Bouba/Kiki effect is the result of a study that investigates the relationship between speech sounds and visual shapes and objects. First documented in 1929 by German psychologist Wolfgang Köhler, the first experiments were conducted on the island of Tenerife where participants were asked to identify which abstract shapes were called “takete” and which were called “baluba.” The latter was commonly associated with rounded edges, the former was associated with spikier ones. In 2001, Vilayanur S. Ramachandran and Edward Hubbard repeated Köhler’s experiment, asking American college undergraduates and Tamil speakers in India to identify which shapes were “bouba” and which ones were “kiki”. In both groups, most people selected the curvy shape as “bouba” and the jagged one as “kiki”, supporting the original thesis that the human brain indeed attaches abstract meanings to shapes. Other studies would follow, investigating the relationship between shapes and senses like taste, as well as how the brain perceives human appearances.
Based on synesthesia, an instinctual, free-associative response to sensorial stimuli through shapes, colors, textures, movements, and sounds, Sportmax constructs its own experiment in the form of an alchemical collage of elements that discover their own balance whilst transcending the confines of any logical explanation. Instinctively, silhouettes, colors, textures, movements, and the sounds of daily life are interpreted through a mature lens yet filtered through the innocence of a child’s eyes and zest for wonderment. Bouba and Kiki is an invitation to embrace dualisms, mixing the alien with the familiar. It’s a fashion-driven celebration of brazen creativity and the concept of CAMP, an aesthetic style and sensibility based on excess, irony and disruption of social norms.
The geometric and organic, the natural and artificial and the ultra-casual and extravagant are the dueling contrasts at constant play. Minimal looks are also born from this contrast and turned into a second skin. Patterns that cloak the body with a hypnotic and luminescent energy, alternate with the heightened volumes of techno-couture skirts, matched with ultra-cropped tops. Streetwear materializes, reinterpreted ironically under the guise of evening wear, with “longer-than-life” sleeves and hems mimicking the sweeping trains of the 21st century red carpet. A vivid palette alternates between acid tones, pastels, deep colors, and touches of optical white and pure black are interspersed throughout.
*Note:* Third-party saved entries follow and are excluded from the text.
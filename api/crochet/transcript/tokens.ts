import { type Class } from './lexicon/classes.ts';
import { MISHEARINGS, ORDINARY } from './lexicon/mishearings.ts';
import { readNumber } from './lexicon/numbers.ts';
import { PHRASES } from './lexicon/phrases.ts';
import { GUESSES, mendLetter, soundsLikeNumber, soundsLikeUnit } from './sound-likes.ts';
import { tidyNumbers } from './tidy-numbers.ts';
import { type Word } from './words.ts';

/** A stretch of speech with its class: one word, a phrase of the trade, a number of several words, or a break. */
export interface Token {
  readonly kind: Class;
  readonly value: string | number;
  /** Indices of the first and the last word it stands on; a break carries the word before it. */
  readonly first: number;
  readonly last: number;
  /** The plain words themselves. */
  readonly text: string;
  /** `twenty four` as twenty, then four. */
  readonly split: readonly [number, number] | null;
  /** A number taken from "to", "too" or "for": it may be the preposition after all. */
  readonly isGuess: boolean;
}

export interface Correction {
  readonly firstWord: number;
  readonly lastWord: number;
  readonly heard: string;
  readonly meant: string;
}

export interface Tokens {
  readonly tokens: readonly Token[];
  /** Trade words that were mis-heard, for the maker to take into the captions. */
  readonly corrections: readonly Correction[];
}

interface Atom {
  readonly text: string;
  readonly word: number;
  readonly breakAfter: '' | ',' | '.' | '|';
}

/** A silence of this many milliseconds parts sentences where nobody wrote a full stop. */
const SENTENCE_SILENCE = 1500;

/** Turns words into classed tokens: mis-hearings set right, numbers put together, phrases of the trade recognised. */
export function tokensOf(words: readonly Word[]): Tokens {
  const corrections: Correction[] = [];
  const atoms = mend(atomsOf(words), corrections);
  const texts = atoms.map((atom) => mendLetter(atom.text));
  const joined = (index: number) => atoms[index]?.breakAfter === '';
  const misheard = corrections.length > 1;
  const tokens: Token[] = [];
  for (let at = 0; at < atoms.length;) {
    const unit = soundsLikeUnit(texts, at, joined, tokens.at(-1));
    const token =
      unit === null
        ? (numberToken(texts, at, joined, tokens, misheard) ?? phraseToken(texts, at, joined))
        : { token: plain('U', unit, texts[at]!), length: 1 };
    const length = token.length;
    tokens.push({ ...token.token, first: atoms[at]!.word, last: atoms[at + length - 1]!.word });
    at += length;
    const mark = atoms[at - 1]!.breakAfter;
    if (mark !== '') tokens.push(breakToken(mark, atoms[at - 1]!.word));
  }
  return { tokens: tidyNumbers(tokens), corrections };
}

function atomsOf(words: readonly Word[]): Atom[] {
  const atoms: Atom[] = [];
  words.forEach((word, index) => {
    const plain = word.text
      .toLowerCase()
      .replace(/[’‘ʼ`]/g, "'")
      .replace(/[^\p{L}\p{N}'.-]/gu, '')
      .replace(/^['.-]+|['.-]+$/g, '');
    const parts = plain.split(/[-.]+/).flatMap((part) => /^(.+)('s|'re|'ve|'ll|'d|'m)$/.exec(part)?.slice(1) ?? [part]);
    const said = parts.filter((part) => part !== '').map((part, n) => spoken(part, n === 0 ? '' : parts[n - 1]!));
    const silent = (words[index + 1]?.silenceMs ?? 0) > SENTENCE_SILENCE;
    said.forEach((text, n) => {
      atoms.push({ text, word: index, breakAfter: n < said.length - 1 ? '' : silent ? '|' : word.mark });
    });
  });
  return atoms;
}

const LONG_FORMS: Readonly<Record<string, string>> = {
  "'re": 'are',
  "'ll": 'will',
  "'ve": 'have',
  "'m": 'am',
  "'d": 'would',
};
const BEFORE_IS = /^(?:that|it|there|here|what|which|he|she|who|where|thats)$/;

/** Contractions in full, so that "that's" and "that is" are one; a name's "'s" is left alone. */
function spoken(part: string, before: string): string {
  if (part === "'s" && BEFORE_IS.test(before)) return 'is';
  return LONG_FORMS[part] ?? part;
}

/** Puts the trade word in the place of what was mis-heard. */
function mend(atoms: readonly Atom[], corrections: Correction[]): Atom[] {
  const out: Atom[] = [];
  for (let at = 0; at < atoms.length;) {
    const found = BY_FIRST.get(atoms[at]!.text)?.find(({ heard }) =>
      heard.every(
        (text, n) => atoms[at + n]?.text === text && (n === heard.length - 1 || atoms[at + n]!.breakAfter !== '.'),
      ),
    );
    if (found === undefined) {
      out.push(atoms[at]!);
      at += 1;
      continue;
    }
    const end = atoms[at + found.heard.length - 1]!;
    found.meant.forEach((text, n) => {
      const isLast = n === found.meant.length - 1;
      out.push({ text, word: isLast ? end.word : atoms[at]!.word, breakAfter: isLast ? end.breakAfter : '' });
    });
    const heard = found.heard.join(' ');
    if (!ORDINARY.has(heard)) {
      corrections.push({ firstWord: atoms[at]!.word, lastWord: end.word, heard, meant: found.meant.join(' ') });
    }
    at += found.heard.length;
  }
  return out;
}

const BY_FIRST = new Map<string, (typeof MISHEARINGS)[number][]>();
for (const entry of MISHEARINGS) BY_FIRST.set(entry.heard[0]!, [...(BY_FIRST.get(entry.heard[0]!) ?? []), entry]);
for (const entries of BY_FIRST.values()) entries.sort((a, b) => b.heard.length - a.heard.length);

interface Found {
  readonly token: Omit<Token, 'first' | 'last'>;
  readonly length: number;
}

/** Phrases in which "one", "second" or "first" is no number. */
const NO_NUMBER =
  /^(?:one of you|second one|one after|one beside|one another|one day|one moment|one more thing|one thing|no one)\b/;

function numberToken(
  texts: readonly string[],
  at: number,
  joined: (index: number) => boolean,
  before: readonly Token[],
  misheard: boolean,
): Found | null {
  const text = texts[at]!;
  if (NO_NUMBER.test(texts.slice(at, at + 3).join(' '))) return null;
  if (text === 'one' && isPronoun(before)) {
    return { token: before.at(-2)?.kind === 'I' ? plain('G', 'st', text) : plain('a', 0, text), length: 1 };
  }
  const spoken = readNumber(texts, at, joined) ?? soundsLikeNumber(texts, at, joined(at), before, misheard);
  if (spoken === null) return null;
  // "a hundred": the article belongs to the number, and nothing else begins with one.
  const isGuess = GUESSES.has(text);
  const kind = spoken.isOrdinal ? 'O' : 'N';
  return {
    token: {
      kind,
      value: spoken.value,
      text: texts.slice(at, at + spoken.length).join(' '),
      split: spoken.split,
      isGuess,
    },
    length: spoken.length,
  };
}

/** `the third one`, `this one`, `another one`: the word stands for a thing. */
function isPronoun(tokens: readonly Token[]): boolean {
  const before = tokens.at(-1);
  if (before === undefined) return false;
  if (before.kind === 'w' && /^(?:the|a|this|that|my|your)$/.test(tokens.at(-2)?.text ?? '')) return true;
  return (
    'OXL'.includes(before.kind) ||
    /^(?:this|that|which|another|any|no|pretty|easy|big|little|good|other)$/.test(before.text)
  );
}

function phraseToken(texts: readonly string[], at: number, joined: (index: number) => boolean): Found {
  const phrase = PHRASES.get(texts[at]!)?.find(({ words }) =>
    words.every((word, n) => texts[at + n] === word && (n === words.length - 1 || joined(at + n))),
  );
  if (phrase === undefined) return { token: plain('w', 0, texts[at]!), length: 1 };
  return { token: plain(phrase.kind, phrase.value, phrase.words.join(' ')), length: phrase.words.length };
}

function plain(kind: Class, value: string | number, text: string): Found['token'] {
  return { kind, value, text, split: null, isGuess: false };
}

function breakToken(mark: ',' | '.' | '|', word: number): Token {
  return { kind: mark, value: 0, first: word, last: word, text: mark, split: null, isGuess: false };
}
Prints underscore the theme of sensorial stimulation through psychedelic motifs and tactile padding-effect textures. Accessories are dominated by footwear such as moulded, second-skin boots and anti-stress pneumatic bags. The shapes, inspired by different eras, are disassembled and reassembled, polarizing the dresscodes of the past. A-lines, narrow shoulders, low waists and the large flare silhouettes of the 1950s are positioned alongside the futuristic space age styles of the 60s and counterculture looks of the 90s, which was made up of cyberpunk suggestions that emerged from the technomusic and the clandestine rave scenes. The collection thus transforms into an incessant experimentation, one that oscillates between the Sugarpunk, Psycho-chic and Techno-couture universes. These influences intermingle in an affirmation of otherness, resistant to conformism, whilst on a continuous quest for the extreme. The soundtrack for the Spring Summer 2023 collection was composed by Teho Teardo.